The report said there had been some tempering of globalisation fervour even before COVID-19 severely curtailed the movement of goods and people. A number of natural catastrophes over the last decade, such as the earthquake and tsunami in Japan in 2011, and widespread flooding in Thailand in the same year, inflicted costly supply chain interruptions across different industries. Rising political risks, such as new tariffs and a looming threat of global trade war, also prompted manufacturers to rethink their globalised production and sourcing strategies.

“Supply chain restructuring is also a question of national resilience,” it added. “For example, the COVID-19 crisis immediately exposed vulnerabilities in the medical manufacturing supply chain. Government responses to the pandemic globally show that in times of crisis, international cooperation can be interrupted as countries prioritise according to their domestic needs, in particular to ensure fail-safe access to vital supplies.

“From a business perspective, the driving force for accelerated restructuring of global supply chains is manufacturers seeking to de-risk their operations. In the 20 largest economies, 40–80% of exports are integrated into the global supply chain and, within this, China is the world’s largest production hub. Parallel supply chains will form as firms diversify their manufacturing presence across new locations alongside existing operations in China and elsewhere, in an effort to strengthen operational resilience.”

The sigma study estimates the changes to global supply chains will generate combined export and investment value of close to $1 trillion in the alternative production locations over the five-year transition period. Global growth will gain by an estimated aggregate 0.2% each year in that period.
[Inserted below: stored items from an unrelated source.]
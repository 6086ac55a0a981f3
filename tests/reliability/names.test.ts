// Names a person types lose bidirectional-override and control characters (Unicode TR #36 §2.4;
// CVE-2021-42574, "Trojan Source"): a strip called "‮6 pirtS" must not read as "Strip 6" on the
// board or the certificate. The rule lives in the shared field schema, so the form and the server
// clean alike.
import { afterAll, beforeAll, describe, expect, test } from 'vitest';
import { eq } from 'drizzle-orm';
import { createTestApp, DEMO, type TestApp } from '../setup/test-app';
import { venueIds } from '../api/testing-helpers';
import * as s from '../../server/db/schema';
import { cleanTypedName, nameField } from '../../shared/schemas/common';
import { bulkStripsSchema } from '../../shared/schemas/plan';

const RLO = '\u202e'; // right-to-left override
const LRI = '\u2066'; // left-to-right isolate
const PDI = '\u2069';
const ZWSP = '\u200b';
// eslint-disable-next-line no-control-regex
const BIDI_OR_CONTROL = /[\u0000-\u001f\u007f-\u009f\u061c\u200b\u200e\u200f\u202a-\u202e\u2060-\u2064\u2066-\u2069\ufeff]/;
const spoofed = (name: string) => `${RLO}${name}${LRI}\u0007${ZWSP}${PDI}\u0000`;

describe('the shared field schema (used by the forms and the routes)', () => {
  test('removes bidi controls, zero-width space and C0/C1 controls; a line break becomes a space', () => {
    expect(cleanTypedName(`${RLO}Strip 6${PDI}`)).toBe('Strip 6');
    expect(cleanTypedName('Main\nhall\tA\u0085B')).toBe('Main hall A B');
    expect(nameField.parse(`  ${spoofed('Riverside')}  `)).toBe('Riverside');
    // Joiners stay: some scripts need them (Persian, Hindi).
    expect(nameField.parse('می\u200cخواهم')).toBe('می\u200cخواهم');
  });

  test('a name of nothing but invisible characters is "required", not an empty name', () => {
    const r = nameField.safeParse(`${RLO}${ZWSP}\u0000 `);
    expect(r.success).toBe(false);
    expect(r.error!.issues[0].message).toBe('A name is required.');
    expect(bulkStripsSchema.safeParse({ labels: [`${RLO}${PDI}`] }).success).toBe(false);
  });
});

describe('every name stored through the API is clean', () => {
  let t: TestApp;
  let hall: string;
  beforeAll(async () => {
    t = await createTestApp();
    ({ hall } = await venueIds(t));
  });
  afterAll(() => t.close());

  test('event, venue, strip (label, prefix, zone), position, item, person and profile names', async () => {
    const marco = await t.agentFor(DEMO.director);
    const ada = await t.agentFor(DEMO.admin);

    const event = await marco.post('/api/events').send({ name: spoofed('Winter Open'), startsOn: '2027-01-09', endsOn: '2027-01-10' });
    expect(event.status).toBe(201);
    const profileId = t.db.select().from(s.venues).where(eq(s.venues.id, hall)).get()!.profileId;
    const venue = await marco.post(`/api/events/${event.body.id}/venues`).send({ name: spoofed('North Gym'), profileId });
    expect(venue.status).toBe(201);
    const strips = await marco
      .post(`/api/venues/${venue.body.venue.id}/strips/bulk`)
      .set('If-Match', venue.headers.etag)
      .send({ labels: [spoofed('Strip 6'), 'Final'], zone: spoofed('Row A') });
    expect(strips.status).toBe(201);
    const counted = await marco
      .post(`/api/venues/${venue.body.venue.id}/strips/bulk`)
      .set('If-Match', strips.headers.etag)
      .send({ count: 1, prefix: spoofed('Piste '), startAt: 7 });
    expect(counted.status).toBe(201);
    const strip = strips.body.strips[0] as { id: string };
    const position = await marco
      .post(`/api/strips/${strip.id}/positions`)
      .set('If-Match', counted.headers.etag)
      .send({ name: spoofed('Spare reel'), equipmentKind: 'reel' });
    expect(position.status).toBe(201);
    const item = await ada
      .post('/api/equipment')
      .send({ assetTag: 'RL-777', kind: 'reel', description: spoofed('Grey reel'), cableType: spoofed('3-core') });
    expect(item.status).toBe(201);
    const person = await ada.post('/api/users').send({ email: 'kai@lakeshore.example', name: spoofed('Kai Moreno'), role: 'technician' });
    expect(person.status).toBe(201);
    const profiles = (await ada.get('/api/profiles')).body as { id: string }[];
    const copy = await ada.post(`/api/profiles/${profiles[0]!.id}/copy`).send({ name: spoofed('Club nights') });
    expect(copy.status).toBe(201);

    const stored = {
      event: t.db.select().from(s.events).where(eq(s.events.id, event.body.id)).get()!.name,
      venue: t.db.select().from(s.venues).where(eq(s.venues.id, venue.body.venue.id)).get()!.name,
      strips: t.db
        .select()
        .from(s.strips)
        .where(eq(s.strips.venueId, venue.body.venue.id))
        .all()
        .map((x) => [x.label, x.zone]),
      position: t.db
        .select()
        .from(s.positions)
        .where(eq(s.positions.stripId, strip.id))
        .all()
        .map((p) => p.name),
      item: t.db.select().from(s.equipment).where(eq(s.equipment.assetTag, 'RL-777')).get()!,
      person: t.db.select().from(s.users).where(eq(s.users.email, 'kai@lakeshore.example')).get()!.name,
      profile: t.db.select().from(s.limitProfiles).where(eq(s.limitProfiles.name, 'Club nights')).all().length,
    };
    expect(stored.event).toBe('Winter Open');
    expect(stored.venue).toBe('North Gym');
    expect(stored.strips).toEqual(
      expect.arrayContaining([
        ['Strip 6', 'Row A'],
        ['Final', 'Row A'],
        ['Piste 7', null],
      ]),
    );
    expect(stored.position).toContain('Spare reel');
    expect([stored.item.description, stored.item.cableType]).toEqual(['Grey reel', '3-core']);
    expect(stored.person).toBe('Kai Moreno');
    expect(stored.profile).toBe(1);
    expect(BIDI_OR_CONTROL.test(JSON.stringify(stored))).toBe(false);
  });

  test('renaming a strip or a person cleans the new name too', async () => {
    const marco = await t.agentFor(DEMO.director);
    const ada = await t.agentFor(DEMO.admin);
    const plan = await marco.get(`/api/venues/${hall}`);
    const strip = (plan.body.strips as { id: string; label: string }[]).find((x) => x.label === 'Strip 24')!;
    const renamed = await marco
      .patch(`/api/strips/${strip.id}`)
      .set('If-Match', plan.headers.etag)
      .send({ label: spoofed('Strip 24b') });
    expect(renamed.status).toBe(200);
    expect(t.db.select().from(s.strips).where(eq(s.strips.id, strip.id)).get()!.label).toBe('Strip 24b');
    const lee = t.db.select().from(s.users).where(eq(s.users.email, DEMO.annexTechnician)).get()!;
    expect((await ada.patch(`/api/users/${lee.id}`).send({ name: spoofed('Lee Park') })).status).toBe(200);
    expect(t.db.select().from(s.users).where(eq(s.users.id, lee.id)).get()!.name).toBe('Lee Park');
  });
});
In China, the government will likely enact additional fiscal stimulus to boost demand at home to compensate for the loss of some production activities to alternative markets, and to further the desired transition from an export-oriented to a domestic demand-led growth strategy.

Swiss Re Institute forecasts that after a slump in the first quarter due to lockdown, GDP growth in China will recover strongly. Full-year real growth is forecast to remain in positive territory at 2.7% in 2020, and to rebound to 7% next year. In contrast, growth in the US and euro area is expected to remain in negative territory this year, given the later easing of lockdown measures in these markets. The post COVID-19 recovery is forecast to push growth back up to 4.2% in the US and to 4.8% in the euro area in 2021.

“For insurers seeking to cover business disruption exposures, the more transparency there is on supply chain flows, the more insurable the risk becomes,” said Gianfranco Lot, Head of Globals Reinsurance at Swiss Re. “To this end, the industry is extending its digital technology capabilities, to better process and understand all the structured and unstructured data out there. The idea behind the Swiss Re Digital Market Centre is to develop large-scale tools to predict and manage exposures, to facilitate the development of innovative risk protection solutions.”

“Global supply chain restructuring has become a key macroeconomic trend and the COVID-19 experience has accelerated changes.”